__PROBLEM__: Reproduce every line of the listing below exactly.

__INFORMATION GIVEN__:
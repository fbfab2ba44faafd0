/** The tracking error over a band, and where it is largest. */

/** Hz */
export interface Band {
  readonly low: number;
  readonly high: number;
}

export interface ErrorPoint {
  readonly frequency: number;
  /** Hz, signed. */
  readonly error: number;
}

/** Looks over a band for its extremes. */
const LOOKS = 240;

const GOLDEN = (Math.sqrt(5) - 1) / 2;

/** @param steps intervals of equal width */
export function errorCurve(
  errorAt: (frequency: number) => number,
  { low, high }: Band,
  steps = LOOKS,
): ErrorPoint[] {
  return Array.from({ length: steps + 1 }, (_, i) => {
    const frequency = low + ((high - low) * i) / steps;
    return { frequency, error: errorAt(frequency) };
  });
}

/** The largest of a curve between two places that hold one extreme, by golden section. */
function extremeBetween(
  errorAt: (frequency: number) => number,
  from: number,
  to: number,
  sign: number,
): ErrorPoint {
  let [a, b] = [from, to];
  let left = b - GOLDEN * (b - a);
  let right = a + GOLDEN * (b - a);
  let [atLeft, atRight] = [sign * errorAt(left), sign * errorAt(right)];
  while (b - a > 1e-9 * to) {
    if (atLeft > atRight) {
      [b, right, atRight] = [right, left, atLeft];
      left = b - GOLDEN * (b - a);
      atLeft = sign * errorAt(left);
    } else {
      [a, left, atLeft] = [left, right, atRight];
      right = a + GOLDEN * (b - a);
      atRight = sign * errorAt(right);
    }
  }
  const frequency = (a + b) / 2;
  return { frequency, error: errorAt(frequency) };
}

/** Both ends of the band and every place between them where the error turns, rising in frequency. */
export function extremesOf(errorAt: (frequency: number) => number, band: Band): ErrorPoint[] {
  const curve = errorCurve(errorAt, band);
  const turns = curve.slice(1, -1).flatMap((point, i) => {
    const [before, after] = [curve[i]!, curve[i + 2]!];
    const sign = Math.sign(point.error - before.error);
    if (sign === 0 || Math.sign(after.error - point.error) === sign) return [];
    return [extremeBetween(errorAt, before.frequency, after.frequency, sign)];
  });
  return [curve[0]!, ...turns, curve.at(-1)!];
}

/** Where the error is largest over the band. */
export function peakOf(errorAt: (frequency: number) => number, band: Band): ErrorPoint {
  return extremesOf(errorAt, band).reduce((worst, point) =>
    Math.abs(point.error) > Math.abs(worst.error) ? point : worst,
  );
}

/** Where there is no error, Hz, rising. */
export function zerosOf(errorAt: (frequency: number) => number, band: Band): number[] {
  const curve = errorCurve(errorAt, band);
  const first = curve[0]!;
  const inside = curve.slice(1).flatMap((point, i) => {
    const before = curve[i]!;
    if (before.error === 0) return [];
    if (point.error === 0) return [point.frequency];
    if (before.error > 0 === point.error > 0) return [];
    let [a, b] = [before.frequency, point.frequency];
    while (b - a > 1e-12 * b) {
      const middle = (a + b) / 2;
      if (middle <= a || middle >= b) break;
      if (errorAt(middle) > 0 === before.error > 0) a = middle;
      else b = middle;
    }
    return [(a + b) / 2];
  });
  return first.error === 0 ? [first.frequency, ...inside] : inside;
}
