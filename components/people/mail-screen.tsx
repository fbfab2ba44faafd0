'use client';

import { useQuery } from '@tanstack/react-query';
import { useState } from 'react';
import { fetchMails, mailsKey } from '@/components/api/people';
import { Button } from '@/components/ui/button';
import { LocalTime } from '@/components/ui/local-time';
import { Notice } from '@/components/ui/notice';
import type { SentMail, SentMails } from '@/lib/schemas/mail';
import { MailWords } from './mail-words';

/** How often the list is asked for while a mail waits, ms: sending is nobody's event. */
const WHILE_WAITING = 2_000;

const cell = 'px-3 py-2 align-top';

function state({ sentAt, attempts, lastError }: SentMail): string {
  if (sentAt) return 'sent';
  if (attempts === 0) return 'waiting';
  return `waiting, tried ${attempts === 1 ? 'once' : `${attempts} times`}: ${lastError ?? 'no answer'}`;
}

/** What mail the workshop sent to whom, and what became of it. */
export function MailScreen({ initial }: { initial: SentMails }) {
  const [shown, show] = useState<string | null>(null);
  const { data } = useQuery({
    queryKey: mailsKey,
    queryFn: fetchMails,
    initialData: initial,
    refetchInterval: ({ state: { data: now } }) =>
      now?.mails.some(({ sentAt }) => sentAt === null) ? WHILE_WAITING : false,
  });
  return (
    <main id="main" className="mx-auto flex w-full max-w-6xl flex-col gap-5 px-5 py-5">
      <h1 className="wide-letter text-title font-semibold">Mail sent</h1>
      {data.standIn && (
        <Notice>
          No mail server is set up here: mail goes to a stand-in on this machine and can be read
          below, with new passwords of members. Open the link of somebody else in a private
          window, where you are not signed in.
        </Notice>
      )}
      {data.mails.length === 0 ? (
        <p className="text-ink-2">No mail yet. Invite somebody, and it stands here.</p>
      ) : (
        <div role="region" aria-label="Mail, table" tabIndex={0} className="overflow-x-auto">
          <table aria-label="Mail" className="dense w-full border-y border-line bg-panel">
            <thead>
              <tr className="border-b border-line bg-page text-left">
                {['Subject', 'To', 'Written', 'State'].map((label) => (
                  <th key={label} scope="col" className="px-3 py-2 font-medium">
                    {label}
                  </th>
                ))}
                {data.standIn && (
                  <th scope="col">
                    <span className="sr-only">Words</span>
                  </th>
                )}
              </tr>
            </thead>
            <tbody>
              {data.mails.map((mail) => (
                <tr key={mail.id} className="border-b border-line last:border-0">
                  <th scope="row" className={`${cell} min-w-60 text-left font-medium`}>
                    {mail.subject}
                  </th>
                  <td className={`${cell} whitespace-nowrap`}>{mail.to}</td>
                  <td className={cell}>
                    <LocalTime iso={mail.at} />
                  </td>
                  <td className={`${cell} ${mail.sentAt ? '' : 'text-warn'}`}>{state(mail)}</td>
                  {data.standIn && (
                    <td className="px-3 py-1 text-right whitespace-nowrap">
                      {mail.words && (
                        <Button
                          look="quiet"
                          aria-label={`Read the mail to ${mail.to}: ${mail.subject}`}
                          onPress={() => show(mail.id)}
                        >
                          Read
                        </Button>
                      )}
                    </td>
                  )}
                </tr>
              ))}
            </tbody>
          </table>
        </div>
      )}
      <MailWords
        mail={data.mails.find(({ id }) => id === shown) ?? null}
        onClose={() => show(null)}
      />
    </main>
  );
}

__RESULT FOR THIS TASK__:
repository fbfab2ba44faafd0
/** The tracking error over a band, and where it is largest. */

/** Hz */
export interface Band {
  readonly low: number;
  readonly high: number;
}

export interface ErrorPoint {
  readonly frequency: number;
  /** Hz, signed. */
  readonly error: number;
}

/** Looks over a band for its extremes. */
const LOOKS = 240;

const GOLDEN = (Math.sqrt(5) - 1) / 2;

/** @param steps intervals of equal width */
export function errorCurve(
  errorAt: (frequency: number) => number,
  { low, high }: Band,
  steps = LOOKS,
): ErrorPoint[] {
  return Array.from({ length: steps + 1 }, (_, i) => {
    const frequency = low + ((high - low) * i) / steps;
    return { frequency, error: errorAt(frequency) };
  });
}

/** The largest of a curve between two places that hold one extreme, by golden section. */
function extremeBetween(
  errorAt: (frequency: number) => number,
  from: number,
  to: number,
  sign: number,
): ErrorPoint {
  let [a, b] = [from, to];
  let left = b - GOLDEN * (b - a);
  let right = a + GOLDEN * (b - a);
  let [atLeft, atRight] = [sign * errorAt(left), sign * errorAt(right)];
  while (b - a > 1e-9 * to) {
    if (atLeft > atRight) {
      [b, right, atRight] = [right, left, atLeft];
      left = b - GOLDEN * (b - a);
      atLeft = sign * errorAt(left);
    } else {
      [a, left, atLeft] = [left, right, atRight];
      right = a + GOLDEN * (b - a);
      atRight = sign * errorAt(right);
    }
  }
  const frequency = (a + b) / 2;
  return { frequency, error: errorAt(frequency) };
}

/** Both ends of the band and every place between them where the error turns, rising in frequency. */
export function extremesOf(errorAt: (frequency: number) => number, band: Band): ErrorPoint[] {
  const curve = errorCurve(errorAt, band);
  const turns = curve.slice(1, -1).flatMap((point, i) => {
    const [before, after] = [curve[i]!, curve[i + 2]!];
    const sign = Math.sign(point.error - before.error);
    if (sign === 0 || Math.sign(after.error - point.error) === sign) return [];
    return [extremeBetween(errorAt, before.frequency, after.frequency, sign)];
  });
  return [curve[0]!, ...turns, curve.at(-1)!];
}

/** Where the error is largest over the band. */
export function peakOf(errorAt: (frequency: number) => number, band: Band): ErrorPoint {
  return extremesOf(errorAt, band).reduce((worst, point) =>
    Math.abs(point.error) > Math.abs(worst.error) ? point : worst,
  );
}

/** Where there is no error, Hz, rising. */
export function zerosOf(errorAt: (frequency: number) => number, band: Band): number[] {
  const curve = errorCurve(errorAt, band);
  const first = curve[0]!;
  const inside = curve.slice(1).flatMap((point, i) => {
    const before = curve[i]!;
    if (before.error === 0) return [];
    if (point.error === 0) return [point.frequency];
    if (before.error > 0 === point.error > 0) return [];
    let [a, b] = [before.frequency, point.frequency];
    while (b - a > 1e-12 * b) {
      const middle = (a + b) / 2;
      if (middle <= a || middle >= b) break;
      if (errorAt(middle) > 0 === before.error > 0) a = middle;
      else b = middle;
    }
    return [(a + b) / 2];
  });
  return first.error === 0 ? [first.frequency, ...inside] : inside;
}
filename components/people/mail-screen.tsx
repository fbfab2ba44faafd0
'use client';

import { useQuery } from '@tanstack/react-query';
import { useState } from 'react';
import { fetchMails, mailsKey } from '@/components/api/people';
import { Button } from '@/components/ui/button';
import { LocalTime } from '@/components/ui/local-time';
import { Notice } from '@/components/ui/notice';
import type { SentMail, SentMails } from '@/lib/schemas/mail';
import { MailWords } from './mail-words';

/** How often the list is asked for while a mail waits, ms: sending is nobody's event. */
const WHILE_WAITING = 2_000;

const cell = 'px-3 py-2 align-top';

function state({ sentAt, attempts, lastError }: SentMail): string {
  if (sentAt) return 'sent';
  if (attempts === 0) return 'waiting';
  return `waiting, tried ${attempts === 1 ? 'once' : `${attempts} times`}: ${lastError ?? 'no answer'}`;
}

/** What mail the workshop sent to whom, and what became of it. */
export function MailScreen({ initial }: { initial: SentMails }) {
  const [shown, show] = useState<string | null>(null);
  const { data } = useQuery({
    queryKey: mailsKey,
    queryFn: fetchMails,
    initialData: initial,
    refetchInterval: ({ state: { data: now } }) =>
      now?.mails.some(({ sentAt }) => sentAt === null) ? WHILE_WAITING : false,
  });
  return (
    <main id="main" className="mx-auto flex w-full max-w-6xl flex-col gap-5 px-5 py-5">
      <h1 className="wide-letter text-title font-semibold">Mail sent</h1>
      {data.standIn && (
        <Notice>
          No mail server is set up here: mail goes to a stand-in on this machine and can be read
          below, with new passwords of members. Open the link of somebody else in a private
          window, where you are not signed in.
        </Notice>
      )}
      {data.mails.length === 0 ? (
        <p className="text-ink-2">No mail yet. Invite somebody, and it stands here.</p>
      ) : (
        <div role="region" aria-label="Mail, table" tabIndex={0} className="overflow-x-auto">
          <table aria-label="Mail" className="dense w-full border-y border-line bg-panel">
            <thead>
              <tr className="border-b border-line bg-page text-left">
                {['Subject', 'To', 'Written', 'State'].map((label) => (
                  <th key={label} scope="col" className="px-3 py-2 font-medium">
                    {label}
                  </th>
                ))}
                {data.standIn && (
                  <th scope="col">
                    <span className="sr-only">Words</span>
                  </th>
                )}
              </tr>
            </thead>
            <tbody>
              {data.mails.map((mail) => (
                <tr key={mail.id} className="border-b border-line last:border-0">
                  <th scope="row" className={`${cell} min-w-60 text-left font-medium`}>
                    {mail.subject}
                  </th>
                  <td className={`${cell} whitespace-nowrap`}>{mail.to}</td>
                  <td className={cell}>
                    <LocalTime iso={mail.at} />
                  </td>
                  <td className={`${cell} ${mail.sentAt ? '' : 'text-warn'}`}>{state(mail)}</td>
                  {data.standIn && (
                    <td className="px-3 py-1 text-right whitespace-nowrap">
                      {mail.words && (
                        <Button
                          look="quiet"
                          aria-label={`Read the mail to ${mail.to}: ${mail.subject}`}
                          onPress={() => show(mail.id)}
                        >
                          Read
                        </Button>
                      )}
                    </td>
                  )}
                </tr>
              ))}
            </tbody>
          </table>
        </div>
      )}
      <MailWords
        mail={data.mails.find(({ id }) => id === shown) ?? null}
        onClose={() => show(null)}
      />
    </main>
  );
}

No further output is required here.